**Task inputs:**

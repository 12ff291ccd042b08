"""Typed reading of a metadata table's values, every wrong value one problem.

:class:`Checker` collects the problems of one file; :class:`Reader` hands out a table's values
by kind (text, choice, number, date, period ...), recording a problem and returning a default
when a value is wrong, so that validation goes on and reports every problem of a file at once.
"""

from __future__ import annotations

import datetime as dt
import difflib
from pathlib import Path
from typing import Any

from ..errors import Problem, rel
from .locate import Locator
from .model import Period


class Checker:
    """Collects problems for one metadata file."""

    def __init__(self, path: Path, root: Path | None, text: str):
        self.path = path
        self.shown = rel(path, root)
        self.loc = Locator(text)
        self.problems: list[Problem] = []

    def add(self, where: str, message: str, line: int | None = None, severity: str = "error"):
        self.problems.append(Problem(self.shown, line, where, message, severity))

    def unknown_keys(
        self, data: dict, allowed: tuple[str, ...], prefix: str, table=None, index=None, sub=None
    ):
        for key in data:
            if key not in allowed:
                guess = difflib.get_close_matches(key, allowed, n=1, cutoff=0.6)
                hint = (
                    f"; did you mean '{guess[0]}'?"
                    if guess
                    else f"; allowed keys are: {', '.join(allowed)}"
                )
                self.add(
                    f"{prefix}{key}", f"unknown key{hint}", self.loc.line_of(key, table, index, sub)
                )


def is_text_encoding(name: str) -> bool:
    """Whether Python decodes bytes to text under this name. Codecs from bytes to bytes
    (base64, zlib) or text to text (rot13) are known to Python but are no text encoding:
    decoding a file with them fails, so they are refused here with the unknown names."""
    try:
        b"    ".decode(name)  # not empty: Python returns "" for empty bytes before any check
    except LookupError:
        return False
    except (UnicodeError, ValueError):
        return True  # a text encoding these four bytes are no valid text of (UTF-32)
    return True


def type_name(v: Any) -> str:
    return {
        str: "text",
        int: "integer",
        float: "number",
        bool: "true/false",
        list: "list",
        dict: "table",
        dt.date: "date",
        dt.datetime: "date-time",
    }.get(type(v), type(v).__name__)


def as_date(v: Any) -> dt.date | None:
    if isinstance(v, dt.datetime):
        return v.date()
    if isinstance(v, dt.date):
        return v
    if isinstance(v, str):
        try:
            return dt.date.fromisoformat(v.strip())
        except ValueError:
            return None
    return None


class Reader:
    """Typed accessors that record a problem and return a default on a wrong value."""

    def __init__(self, ck: Checker, data: dict, prefix: str, table=None, index=None, sub=None):
        self.ck, self.data, self.prefix = ck, data, prefix
        self.table, self.index, self.sub = table, index, sub

    def _line(self, key):
        return self.ck.loc.line_of(key, self.table, self.index, self.sub)

    def _bad(self, key, expected, got):
        self.ck.add(
            f"{self.prefix}{key}",
            f"expected {expected}, got {type_name(got)} {got!r}",
            self._line(key),
        )

    def missing(self, key, what):
        self.ck.add(
            f"{self.prefix}{key}",
            f"required key is missing: {what}",
            self.ck.loc.line_of(None, self.table, self.index, self.sub),
        )

    def text(self, key, required=False, default=None, what="text"):
        if key not in self.data:
            if required:
                self.missing(key, what)
            return default
        v = self.data[key]
        if not isinstance(v, str) or (required and not v.strip()):
            self._bad(key, "non-empty text" if required else "text", v)
            return default
        return v.strip()

    def choice(self, key, options, default=None, required=False):
        if key not in self.data:
            if required:
                self.missing(key, "one of " + ", ".join(options))
            return default
        v = self.data[key]
        if not isinstance(v, str) or v not in options:
            guess = difflib.get_close_matches(str(v), options, n=1, cutoff=0.5)
            hint = f"; did you mean '{guess[0]}'?" if guess else ""
            self.ck.add(
                f"{self.prefix}{key}",
                f"expected one of {', '.join(options)}, got {v!r}{hint}",
                self._line(key),
            )
            return default
        return v

    def number(self, key):
        if key not in self.data:
            return None
        v = self.data[key]
        if isinstance(v, bool) or not isinstance(v, int | float):
            self._bad(key, "a number", v)
            return None
        if v != v or v in (float("inf"), float("-inf")):
            self._bad(key, "a finite number", v)
            return None
        return float(v)

    def integer(self, key, minimum=None):
        if key not in self.data:
            return None
        v = self.data[key]
        if isinstance(v, bool) or not isinstance(v, int):
            self._bad(key, "a whole number", v)
            return None
        if minimum is not None and v < minimum:
            self.ck.add(
                f"{self.prefix}{key}", f"must be at least {minimum}, got {v}", self._line(key)
            )
            return None
        return v

    def boolean(self, key, default=False):
        if key not in self.data:
            return default
        v = self.data[key]
        if not isinstance(v, bool):
            self._bad(key, "true or false", v)
            return default
        return v

    def date(self, key, v=None):
        v = self.data.get(key) if v is None else v
        d = as_date(v)
        if d is None:
            self._bad(key, "a date like 2026-03-31", v)
        return d

    def period(self, key):
        if key not in self.data:
            return None
        v = self.data[key]
        if not isinstance(v, list) or not 1 <= len(v) <= 2:
            self._bad(key, "a list [start] or [start, end] of dates", v)
            return None
        dates = [as_date(x) for x in v]
        if any(d is None for d in dates):
            self._bad(key, "a list [start] or [start, end] of dates like 2026-03-31", v)
            return None
        if len(dates) == 2 and dates[1] < dates[0]:
            self.ck.add(
                f"{self.prefix}{key}",
                f"the end {dates[1]} is before the start {dates[0]}; write [start, end]",
                self._line(key),
            )
            return None
        return Period(dates[0], dates[1] if len(dates) == 2 else None)

    def table_(self, key):
        if key not in self.data:
            return None
        v = self.data[key]
        if not isinstance(v, dict):
            self._bad(key, "a table", v)
            return None
        return v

**Task instructions:**
Output the lines above exactly, but only those between the line holding "return dt.date.fromisoformat(v.strip())" and the line holding "accessors that record", inclusive.

**Result of this exercise:**
            return dt.date.fromisoformat(v.strip())
        except ValueError:
            return None
    return None


class Reader:
    """Typed accessors that record a problem and return a default on a wrong value."""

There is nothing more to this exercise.